▸ **Saved data entries**
========================================

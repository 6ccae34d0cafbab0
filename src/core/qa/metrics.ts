/**
 * QA metrics of a base-station record (times in UTC ms, ascending; field in nT). Each function is
 * pure and returns the windows that break its threshold.
 */
import { median, medianAbsoluteDeviation } from "../series";
import { WindowCollector, type QaWindow } from "./windows";

/** Median spacing between consecutive samples, s; NaN for fewer than two samples. */
export function samplingIntervalS(timeMs: ArrayLike<number>): number {
  const n = timeMs.length;
  if (n < 2) return NaN;
  const d = new Float64Array(n - 1);
  for (let i = 1; i < n; i++) d[i - 1] = (timeMs[i] - timeMs[i - 1]) / 1000;
  return median(d);
}

export interface GapReport {
  /** A spacing longer than this is a gap: max(gapFactor × interval, gapMinS). */
  thresholdS: number;
  count: number;
  longestS: number;
  totalS: number;
  windows: QaWindow[];
}

export function findGaps(timeMs: ArrayLike<number>, intervalS: number, gapFactor: number, gapMinS: number): GapReport {
  const thresholdS = Math.max(gapFactor * intervalS, gapMinS);
  const collector = new WindowCollector("gap");
  let count = 0, longestS = 0, totalS = 0;
  for (let i = 1; i < timeMs.length; i++) {
    const dS = (timeMs[i] - timeMs[i - 1]) / 1000;
    if (dS > thresholdS) {
      count++;
      totalS += dS;
      if (dS > longestS) longestS = dS;
      collector.add(timeMs[i - 1], timeMs[i], dS);
    }
  }
  return { thresholdS, count, longestS, totalS, windows: collector.windows };
}

export interface DailyRange {
  /** UTC day, yyyy-mm-dd. */
  dayUtc: string;
  sampleCount: number;
  minNt: number;
  maxNt: number;
  rangeNt: number;
}

export function dailyRanges(timeMs: ArrayLike<number>, fieldNt: ArrayLike<number>): DailyRange[] {
  const out: DailyRange[] = [];
  let day = NaN;
  let cur: DailyRange | null = null;
  for (let i = 0; i < timeMs.length; i++) {
    const d = Math.floor(timeMs[i] / 86_400_000);
    const v = fieldNt[i];
    if (d !== day || !cur) {
      day = d;
      cur = { dayUtc: new Date(d * 86_400_000).toISOString().slice(0, 10), sampleCount: 0, minNt: v, maxNt: v, rangeNt: 0 };
      out.push(cur);
    }
    cur.sampleCount++;
    if (v < cur.minNt) cur.minNt = v;
    if (v > cur.maxNt) cur.maxNt = v;
    cur.rangeNt = cur.maxNt - cur.minNt;
  }
  return out;
}

export interface ChangeReport {
  windowS: number;
  /** Largest max − min inside any window of windowS. */
  maxChangeNt: number;
  atStartMs: number;
  atEndMs: number;
  thresholdNt: number;
  windows: QaWindow[];
}

/** Largest change (max − min) inside any window of `windowS` seconds, by monotonic deques in O(n). */
export function largestChange(timeMs: ArrayLike<number>, fieldNt: ArrayLike<number>, windowS: number, thresholdNt: number): ChangeReport {
  const n = timeMs.length;
  const w = windowS * 1000;
  const maxQ = new Int32Array(n);
  const minQ = new Int32Array(n);
  let maxHead = 0, maxTail = 0, minHead = 0, minTail = 0;
  let left = 0;
  let best = n > 0 ? 0 : NaN, bestStart = NaN, bestEnd = NaN;
  const collector = new WindowCollector("change");
  for (let r = 0; r < n; r++) {
    const v = fieldNt[r];
    while (maxTail > maxHead && fieldNt[maxQ[maxTail - 1]] <= v) maxTail--;
    maxQ[maxTail++] = r;
    while (minTail > minHead && fieldNt[minQ[minTail - 1]] >= v) minTail--;
    minQ[minTail++] = r;
    while (timeMs[r] - timeMs[left] > w) left++;
    while (maxQ[maxHead] < left) maxHead++;
    while (minQ[minHead] < left) minHead++;
    const change = fieldNt[maxQ[maxHead]] - fieldNt[minQ[minHead]];
    if (change > best) {
      best = change;
      bestStart = timeMs[left];
      bestEnd = timeMs[r];
    }
    if (change > thresholdNt) collector.add(timeMs[left], timeMs[r], change);
  }
  return { windowS, maxChangeNt: best, atStartMs: bestStart, atEndMs: bestEnd, thresholdNt, windows: collector.windows };
}

export interface ChordReport {
  windowS: number;
  thresholdNt: number;
  /** Largest |value − chord| over all windows. */
  maxDeviationNt: number;
  atMs: number;
  windows: QaWindow[];
}

/**
 * Chord deviation: for each window start i, the chord runs from sample i to the last sample j with
 * t_j ≤ t_i + windowS; the deviation is max |M_k − chord(t_k)| over i < k < j.
 */
export function chordDeviation(timeMs: ArrayLike<number>, fieldNt: ArrayLike<number>, windowS: number, thresholdNt: number): ChordReport {
  const n = timeMs.length;
  const w = windowS * 1000;
  let best = n > 0 ? 0 : NaN, bestAt = NaN;
  const collector = new WindowCollector("chord");
  let j = 0;
  for (let i = 0; i < n; i++) {
    if (j < i) j = i;
    while (j + 1 < n && timeMs[j + 1] - timeMs[i] <= w) j++;
    if (j - i < 2) continue;
    const t0 = timeMs[i], v0 = fieldNt[i];
    const slope = (fieldNt[j] - v0) / (timeMs[j] - t0);
    let worst = 0, worstAt = t0;
    for (let k = i + 1; k < j; k++) {
      const dev = Math.abs(fieldNt[k] - (v0 + slope * (timeMs[k] - t0)));
      if (dev > worst) {
        worst = dev;
        worstAt = timeMs[k];
      }
    }
    if (worst > best) {
      best = worst;
      bestAt = worstAt;
    }
    if (worst > thresholdNt) collector.add(t0, timeMs[j], worst);
  }
  return { windowS, thresholdNt, maxDeviationNt: best, atMs: bestAt, windows: collector.windows };
}

/** Divisor applied to the fourth difference (some practice divides by 16; with it white noise of σ gives RMS ≈ 0.52 σ). */
export const D4_DIVISOR = 16;
export const D4_FORMULA = "d4 = (M[i-2] - 4*M[i-1] + 6*M[i] - 4*M[i+1] + M[i+2]) / 16";

export interface NoiseReport {
  formula: string;
  divisor: number;
  /** RMS and largest |d4| over points whose five samples are evenly spaced (no gap). */
  rmsNt: number;
  maxAbsNt: number;
  count: number;
  thresholdNt: number;
  windows: QaWindow[];
}

/**
 * Fourth-difference noise. Only points whose four spacings are each within 10 % of the sampling
 * interval count, since the difference assumes even sampling.
 */
export function fourthDifferenceNoise(timeMs: ArrayLike<number>, fieldNt: ArrayLike<number>, intervalS: number, thresholdNt: number): NoiseReport {
  const n = timeMs.length;
  const stepMs = intervalS * 1000;
  const tol = 0.1 * stepMs;
  let sumSq = 0, maxAbs = 0, count = 0;
  const collector = new WindowCollector("noise");
  for (let i = 2; i < n - 2; i++) {
    let even = true;
    for (let k = i - 1; k <= i + 2; k++) {
      if (Math.abs(timeMs[k] - timeMs[k - 1] - stepMs) > tol) {
        even = false;
        break;
      }
    }
    if (!even) continue;
    const d4 = (fieldNt[i - 2] - 4 * fieldNt[i - 1] + 6 * fieldNt[i] - 4 * fieldNt[i + 1] + fieldNt[i + 2]) / D4_DIVISOR;
    const a = Math.abs(d4);
    sumSq += d4 * d4;
    count++;
    if (a > maxAbs) maxAbs = a;
    if (a > thresholdNt) collector.add(timeMs[i - 2], timeMs[i + 2], a);
  }
  return {
    formula: D4_FORMULA,
    divisor: D4_DIVISOR,
    rmsNt: count > 0 ? Math.sqrt(sumSq / count) : NaN,
    maxAbsNt: count > 0 ? maxAbs : NaN,
    count,
    thresholdNt,
    windows: collector.windows,
  };
}

/** Scale from MAD to σ for Gaussian data: 1 / Φ⁻¹(3/4) ≈ 1.4826 (Hampel 1974; common practice). */
export const MAD_TO_SIGMA = 1.4826;

export interface Spike {
  timeMs: number;
  valueNt: number;
  medianNt: number;
  deviationNt: number;
}

export interface SpikeReport {
  method: "hampel";
  /** Samples either side of each point. */
  halfWidth: number;
  nSigma: number;
  madScale: number;
  /** Deviations at or below this are never spikes (guards quantised, flat records where MAD = 0). */
  minDeviationNt: number;
  count: number;
  spikes: Spike[];
  windows: QaWindow[];
}

/** Hampel identifier: |M_i − median| > max(nSigma × 1.4826 × MAD, minDeviationNt) over i ± halfWidth samples (clipped at the ends). */
export function hampelSpikes(
  timeMs: ArrayLike<number>,
  fieldNt: ArrayLike<number>,
  halfWidth: number,
  nSigma: number,
  minDeviationNt: number,
  maxListed = 1000,
): SpikeReport {
  const n = timeMs.length;
  const spikes: Spike[] = [];
  let count = 0;
  const collector = new WindowCollector("spike");
  const win = new Float64Array(2 * halfWidth + 1);
  for (let i = 0; i < n; i++) {
    const lo = Math.max(0, i - halfWidth);
    const hi = Math.min(n - 1, i + halfWidth);
    const m = hi - lo + 1;
    const view = win.subarray(0, m);
    for (let k = 0; k < m; k++) view[k] = fieldNt[lo + k];
    const med = median(view);
    const mad = medianAbsoluteDeviation(view, med);
    const dev = Math.abs(fieldNt[i] - med);
    if (dev > Math.max(nSigma * MAD_TO_SIGMA * mad, minDeviationNt)) {
      count++;
      if (spikes.length < maxListed) spikes.push({ timeMs: timeMs[i], valueNt: fieldNt[i], medianNt: med, deviationNt: dev });
      collector.add(timeMs[Math.max(0, i - 1)], timeMs[Math.min(n - 1, i + 1)], dev);
    }
  }
  return { method: "hampel", halfWidth, nSigma, madScale: MAD_TO_SIGMA, minDeviationNt, count, spikes, windows: collector.windows };
}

========================================

▸ **DIRECTIONS FOR THIS TASK**
Copy out the data above word for word, starting at its first line and ending with the line that contains "let count = 0, longestS = 0, totalS = 0;".

▸ **ANSWER FOR THE TASK**
repository 6ccae34d0cafbab0
filename src/core/qa/metrics.ts
/**
 * QA metrics of a base-station record (times in UTC ms, ascending; field in nT). Each function is
 * pure and returns the windows that break its threshold.
 */
import { median, medianAbsoluteDeviation } from "../series";
import { WindowCollector, type QaWindow } from "./windows";

/** Median spacing between consecutive samples, s; NaN for fewer than two samples. */
export function samplingIntervalS(timeMs: ArrayLike<number>): number {
  const n = timeMs.length;
  if (n < 2) return NaN;
  const d = new Float64Array(n - 1);
  for (let i = 1; i < n; i++) d[i - 1] = (timeMs[i] - timeMs[i - 1]) / 1000;
  return median(d);
}

export interface GapReport {
  /** A spacing longer than this is a gap: max(gapFactor × interval, gapMinS). */
  thresholdS: number;
  count: number;
  longestS: number;
  totalS: number;
  windows: QaWindow[];
}

export function findGaps(timeMs: ArrayLike<number>, intervalS: number, gapFactor: number, gapMinS: number): GapReport {
  const thresholdS = Math.max(gapFactor * intervalS, gapMinS);
  const collector = new WindowCollector("gap");
  let count = 0, longestS = 0, totalS = 0;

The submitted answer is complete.